[What the task requires] Write out the entries, please, from the line containing "than 128 bits" through their final line, exactly and with nothing else.

= Beginning of Section =

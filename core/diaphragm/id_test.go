package diaphragm

import (
	"bytes"
	"crypto/rand"
	"errors"
	"math/big"
	"strings"
	"testing"
	"testing/iotest"
	"time"
)

// The ULID specification's own example of a time part (from memory): the
// millisecond 1469918176385 is written 01ARYZ6S41. Its largest id is
// 7ZZZZZZZZZZZZZZZZZZZZZZZZZ.
func TestNewIDFollowsTheSpecification(t *testing.T) {
	id, err := NewID(time.UnixMilli(1469918176385), bytes.NewReader(make([]byte, 10)))
	if err != nil || id != "01ARYZ6S41"+strings.Repeat("0", 16) {
		t.Errorf("%s, %v", id, err)
	}
	id, err = NewID(time.UnixMilli(1<<48-1), bytes.NewReader(bytes.Repeat([]byte{0xff}, 10)))
	if err != nil || id != "7ZZZZZZZZZZZZZZZZZZZZZZZZZ" {
		t.Errorf("%s, %v", id, err)
	}
}

// Read back as one number of base 32, an id is the 48 bits of the time and the
// 80 bits of chance, one after the other.
func TestNewIDHoldsTimeAndChance(t *testing.T) {
	chance := []byte{0x01, 0x23, 0x45, 0x67, 0x89, 0xab, 0xcd, 0xef, 0xfe, 0xdc}
	id, err := NewID(time.UnixMilli(0x0123456789ab), bytes.NewReader(chance))
	if err != nil {
		t.Fatal(err)
	}
	value := new(big.Int)
	for _, c := range id {
		value.Mul(value, big.NewInt(32))
		value.Add(value, big.NewInt(int64(strings.IndexRune(crockford, c))))
	}
	want := new(big.Int).SetBytes(append([]byte{0x01, 0x23, 0x45, 0x67, 0x89, 0xab}, chance...))
	if value.Cmp(want) != 0 {
		t.Errorf("%s is %x, want %x", id, value, want)
	}
}

func TestNewIDSortsByTimeAndDiffers(t *testing.T) {
	seen := map[string]bool{}
	last := ""
	for i := range 200 {
		id, err := NewID(time.UnixMilli(int64(i)*1000), rand.Reader)
		if err != nil || !ValidID(id) || seen[id] || id <= last {
			t.Fatalf("id %d: %q after %q, %v", i, id, last, err)
		}
		seen[id], last = true, id
	}
}

func TestNewIDFailsInWords(t *testing.T) {
	for name, c := range map[string]struct {
		t       time.Time
		entropy *bytes.Reader
	}{
		"before 1970": {time.UnixMilli(-1), bytes.NewReader(make([]byte, 10))},
		"too late":    {time.UnixMilli(1 << 48), bytes.NewReader(make([]byte, 10))},
		"too few":     {time.UnixMilli(0), bytes.NewReader(make([]byte, 9))},
	} {
		if id, err := NewID(c.t, c.entropy); err == nil {
			t.Errorf("%s: %s", name, id)
		}
	}
	if _, err := NewID(time.UnixMilli(0), iotest.ErrReader(errors.New("no source"))); err == nil || !strings.Contains(err.Error(), "no source") {
		t.Errorf("%v", err)
	}
}

func TestValidID(t *testing.T) {
	for id, want := range map[string]bool{
		"01ARYZ6S41TSV4RRFFQ69G5FAV":  true,
		"7ZZZZZZZZZZZZZZZZZZZZZZZZZ":  true,
		"80000000000000000000000000":  false, // more than 128 bits
		"01ARYZ6S41TSV4RRFFQ69G5FA":   false,
		"01ARYZ6S41TSV4RRFFQ69G5FAVV": false,
		"01ARYZ6S41TSV4RRFFQ69G5FAI":  false,
		"01ARYZ6S41TSV4RRFFQ69G5FAU":  false,
		"01aryz6s41tsv4rrffq69g5fav":  false,
		"":                            false,
	} {
		if ValidID(id) != want {
			t.Errorf("%q: %v", id, !want)
		}
	}
}
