package diaphragm

import (
	"math/rand"
	"testing"
	"time"
)

// Package time is the reference.
func TestFormatTimeAgreesWithPackageTime(t *testing.T) {
	source := rand.New(rand.NewSource(3))
	for range 5000 {
		unix := source.Int63n(253402300800) // to the end of 9999
		if got, want := FormatTime(unix), time.Unix(unix, 0).UTC().Format(time.RFC3339); got != want {
			t.Fatalf("%d is %s, want %s", unix, got, want)
		}
	}
}

func TestValidTimeAgreesWithPackageTime(t *testing.T) {
	texts := []string{
		"", "Z", "2026-05-04", "2026-05-04T10:00:00", "2026-05-04T10:00:00Z", "2026-05-04T10:00:00.123Z", "2026-05-04T10:00:00.Z",
		"2026-05-04T10:00:00+01:00", "2026-05-04T10:00:00-23:59", "2026-05-04T10:00:00+24:00", "2026-05-04T10:00:00+1:00",
		"2026-02-29T10:00:00Z", "2024-02-29T10:00:00Z", "1900-02-29T00:00:00Z", "2000-02-29T00:00:00Z", "2026-13-01T00:00:00Z",
		"2026-00-01T00:00:00Z", "2026-01-00T00:00:00Z", "2026-01-32T00:00:00Z", "2026-01-01T24:00:00Z", "2026-01-01T23:60:00Z",
		"2026-01-01T23:59:60Z", "2026-01-01t23:59:59Z", "2026-01-01T23:59:59z", "2026-01-01T23:59:59Z ", "+026-01-01T23:59:59Z",
		"2026-01-01T23:59:59.9999999999999Z", "2026-01-01 23:59:59Z", "2026-01-01T23:59:59,5Z",
	}
	for _, text := range texts {
		_, err := time.Parse(time.RFC3339, text)
		want := err == nil
		if text == "2026-01-01T23:59:59,5Z" || text == "2026-05-04T10:00:00+24:00" {
			want = false // package time takes a comma and an offset of 24 hours, RFC 3339 does not
		}
		if got := ValidTime(text); got != want {
			t.Errorf("%q: %v, want %v", text, got, want)
		}
	}
}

= End of Section =

[Task response]
		"80000000000000000000000000":  false, // more than 128 bits
		"01ARYZ6S41TSV4RRFFQ69G5FA":   false,
		"01ARYZ6S41TSV4RRFFQ69G5FAVV": false,
		"01ARYZ6S41TSV4RRFFQ69G5FAI":  false,
		"01ARYZ6S41TSV4RRFFQ69G5FAU":  false,
		"01aryz6s41tsv4rrffq69g5fav":  false,
		"":                            false,
	} {
		if ValidID(id) != want {
			t.Errorf("%q: %v", id, !want)
		}
	}
}
package diaphragm

import (
	"math/rand"
	"testing"
	"time"
)

// Package time is the reference.
func TestFormatTimeAgreesWithPackageTime(t *testing.T) {
	source := rand.New(rand.NewSource(3))
	for range 5000 {
		unix := source.Int63n(253402300800) // to the end of 9999
		if got, want := FormatTime(unix), time.Unix(unix, 0).UTC().Format(time.RFC3339); got != want {
			t.Fatalf("%d is %s, want %s", unix, got, want)
		}
	}
}

func TestValidTimeAgreesWithPackageTime(t *testing.T) {
	texts := []string{
		"", "Z", "2026-05-04", "2026-05-04T10:00:00", "2026-05-04T10:00:00Z", "2026-05-04T10:00:00.123Z", "2026-05-04T10:00:00.Z",
		"2026-05-04T10:00:00+01:00", "2026-05-04T10:00:00-23:59", "2026-05-04T10:00:00+24:00", "2026-05-04T10:00:00+1:00",
		"2026-02-29T10:00:00Z", "2024-02-29T10:00:00Z", "1900-02-29T00:00:00Z", "2000-02-29T00:00:00Z", "2026-13-01T00:00:00Z",
		"2026-00-01T00:00:00Z", "2026-01-00T00:00:00Z", "2026-01-32T00:00:00Z", "2026-01-01T24:00:00Z", "2026-01-01T23:60:00Z",
		"2026-01-01T23:59:60Z", "2026-01-01t23:59:59Z", "2026-01-01T23:59:59z", "2026-01-01T23:59:59Z ", "+026-01-01T23:59:59Z",
		"2026-01-01T23:59:59.9999999999999Z", "2026-01-01 23:59:59Z", "2026-01-01T23:59:59,5Z",
	}
	for _, text := range texts {
		_, err := time.Parse(time.RFC3339, text)
		want := err == nil
		if text == "2026-01-01T23:59:59,5Z" || text == "2026-05-04T10:00:00+24:00" {
			want = false // package time takes a comma and an offset of 24 hours, RFC 3339 does not
		}
		if got := ValidTime(text); got != want {
			t.Errorf("%q: %v, want %v", text, got, want)
		}
	}
}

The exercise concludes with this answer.